I’m not, as a rule, squeamish about bugs and similar critters. I have two boys, and have always enjoyed discovering with them what lives inside rotted logs and under rocks. Son1 once found a praying mantis in the hedge, and fearing the coming frost of late October, brought her inside. We set up a lovely terrarium, purchased crickets for her meals, and enjoyed her company until the following spring.
I regularly capture bugs and spiders inside the house and release them to the great outdoors.
The only bugs I go out of my way to kill (squish, DESTROY!) are those insects that damage the garden. My spring days are spent hunting down and squishing the cutworms who seem to take delight in chopping down my green bean seedlings. While digging in the garden, I collect all the Japanese Beetle grubs I can, and feed them to the chickens. If I’m feeling lazy, I just squish the buggers between my fingers. (This always reminds me of the scene from Lion King when Timon mentions a “cream filling", *giggle*.)
A few days ago, whilst checking out the tomato plants, and rubbing my hands with glee at the coming bounty, I witnessed a sight that struck horror in my soul. Well, maybe not horror, but a definite case of heebie-jeebies. Branches stripped of their foliage, and little mounds of excrement on a few leaves. I knew what this meant.
Tobacco Hornworms, aka ewwww, gross! Ginormous caterpillars that chomp the leaves with their non-horny *giggle* ends, and poop out green goo from their horny ends *snort* . (I’ll stop now.)
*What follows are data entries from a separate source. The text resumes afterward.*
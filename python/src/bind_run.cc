// open_run: a run file's header, settings, preprocessing and kept samples as Python
// values and numpy arrays (the same fields `credence inspect` reads).
#include <pybind11/numpy.h>
#include <pybind11/pybind11.h>
#include <pybind11/stl.h>

#include <algorithm>
#include <variant>

#include "bindings.h"
#include "credence/ensemble.h"
#include "status_error.h"

namespace py = pybind11;

namespace credence::python {
namespace {

template <typename T>
py::array_t<T> to_numpy(const std::vector<T>& values) {
  py::array_t<T> out(static_cast<py::ssize_t>(values.size()));
  std::copy(values.begin(), values.end(), out.mutable_data());
  return out;
}

py::dict settings_dict(const Settings& settings) {
  py::dict out;
  for (const auto& [name, value] : settings) {
    std::visit([&](const auto& v) { out[py::str(name)] = v; }, value);
  }
  return out;
}

py::dict preprocessing_dict(const Preprocessing& p) {
  py::list columns;
  for (const ColumnSpec& c : p.columns) {
    py::dict column;
    column["name"] = c.name;
    column["role"] = std::string(role_name(c.role));
    column["type"] = std::string(type_name(c.type));
    columns.append(column);
  }
  py::list features;
  for (const FeatureEncoding& f : p.features) {
    py::dict feature;
    feature["name"] = f.name;
    feature["type"] = std::string(type_name(f.type));
    feature["offset"] = f.offset;
    feature["width"] = f.width;
    feature["mean"] = f.mean;
    feature["scale"] = f.scale;
    feature["constant"] = f.constant;
    feature["impute_value"] = f.impute_value;
    feature["categories"] = f.categories;
    features.append(feature);
  }
  py::dict out;
  out["target"] = p.target;
  out["class_names"] = p.class_names;
  out["classes_numeric"] = p.classes_numeric;
  out["impute"] = std::string(impute_name(p.impute));
  out["unseen"] = std::string(unseen_name(p.unseen));
  out["input_width"] = p.input_width;
  out["columns"] = columns;
  out["features"] = features;
  return out;
}

py::dict summary_dict(const RunSummary& s) {
  py::list chain_status;
  for (ChainStatus c : s.chain_status) chain_status.append(std::string(chain_status_name(c)));
  py::dict out;
  out["status"] = std::string(run_status_name(s.status));
  out["recovered"] = s.recovered;
  out["samples"] = s.samples;
  out["kept_per_chain"] = s.kept_per_chain;
  out["chain_status"] = chain_status;
  out["chain_reason"] = s.chain_reason;
  out["steps_per_chain"] = s.steps_per_chain;
  out["seconds_per_chain"] = s.seconds_per_chain;
  out["gradient_evals_per_chain"] = s.gradient_evals_per_chain;
  out["file_bytes"] = s.file_bytes;
  return out;
}

py::dict header_dict(const RunHeader& h) {
  py::dict out;
  out["tool_version"] = h.tool_version;
  out["command_line"] = h.command_line;
  out["created_utc"] = h.created_utc;
  out["mpi_ranks"] = h.mpi_ranks;
  out["mpi_hosts"] = h.mpi_hosts;
  out["data_file"] = h.data_file;
  out["data_sha256"] = h.data_sha256;
  out["data_rows"] = h.data_rows;
  out["train_rows"] = to_numpy(h.train_rows);
  out["val_rows"] = to_numpy(h.val_rows);
  out["test_rows"] = to_numpy(h.test_rows);
  out["net_text"] = h.net_text;
  out["parameters"] = h.parameters;
  out["chains"] = h.chains;
  out["samples_per_chain"] = h.samples_per_chain;
  out["probe_rows"] = to_numpy(h.probe_rows);
  out["probe_labels"] = to_numpy(h.probe_labels);
  out["projections"] = h.projections;
  out["layers"] = h.layers;
  return out;
}

// Everything of one run file; the samples are (S, P): one kept sample per row, the
// same memory as the file's (P, S) column-major matrix.
py::dict open_run(const std::string& path) {
  std::unique_ptr<RunReader> run;
  Eigen::MatrixXf samples;
  std::vector<std::int32_t> chains;
  std::vector<std::int64_t> steps, indices;
  std::optional<StoredTemperature> temperature;
  {
    py::gil_scoped_release release;
    run = take(RunReader::open(path));
    samples = take(run->samples());
    chains = take(run->sample_chains());
    steps = take(run->sample_steps());
    indices = take(run->sample_indices());
    temperature = take(run->stored_temperature());
  }
  py::array_t<float> theta({static_cast<py::ssize_t>(samples.cols()),
                            static_cast<py::ssize_t>(samples.rows())});
  std::copy(samples.data(), samples.data() + samples.size(), theta.mutable_data());
  py::dict out;
  out["path"] = path;
  out["header"] = header_dict(run->header());
  out["settings"] = settings_dict(run->header().settings);
  out["preprocessing"] = preprocessing_dict(run->header().preprocessing);
  out["summary"] = summary_dict(run->summary());
  out["samples"] = theta;
  out["sample_chains"] = to_numpy(chains);
  out["sample_steps"] = to_numpy(steps);
  out["sample_indices"] = to_numpy(indices);
  if (temperature) {
    py::dict t;
    t["temperature"] = temperature->temperature;
    t["samples"] = temperature->samples;
    t["fitted_on"] = temperature->fitted_on;
    t["nll_before"] = temperature->nll_before;
    t["nll_after"] = temperature->nll_after;
    t["fitted_utc"] = temperature->fitted_utc;
    out["stored_temperature"] = t;
  } else {
    out["stored_temperature"] = py::none();
  }
  return out;
}

}  // namespace

void bind_run(py::module_& m) {
  m.def("open_run", &open_run, py::arg("path"),
        "Reads a run file: header, settings, preprocessing, summary and kept samples (S, P).");
}

}  // namespace credence::python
What do these slimy (not really) disgusting things have to do with my opening sentence? I’ll tell you. I have a deep, visceral resistance to touching the Hornworms. They are just too damn big. Firm, yet slightly squishy. And they grip the plant with steel talons (not really) so it’s not just a matter of knocking them off. It takes at least a thumb and one finger, sometimes two, and considerable force, to dislodge the b**tards. And then they rear up as if to attack! OMG that’s scary.
I’m not alone in my fight, however. For there is within the wild kingdom of insects a species of beneficial wasps who need to find a nice place to grow their babies.
Those white pellet-y things are the pupae of the wasps, parasitizing the life out of the Hornworm (huzzah!).
The caterpillars covered with their little friends I leave in place, figuring more beneficial wasps will be the result.
The caterpillars without little friends I scrap off into a container, take them out to the road, and drop a brick on their sorry asses.
Side note: the chickens won't touch the Hornworms, and, in fact, flee in terror.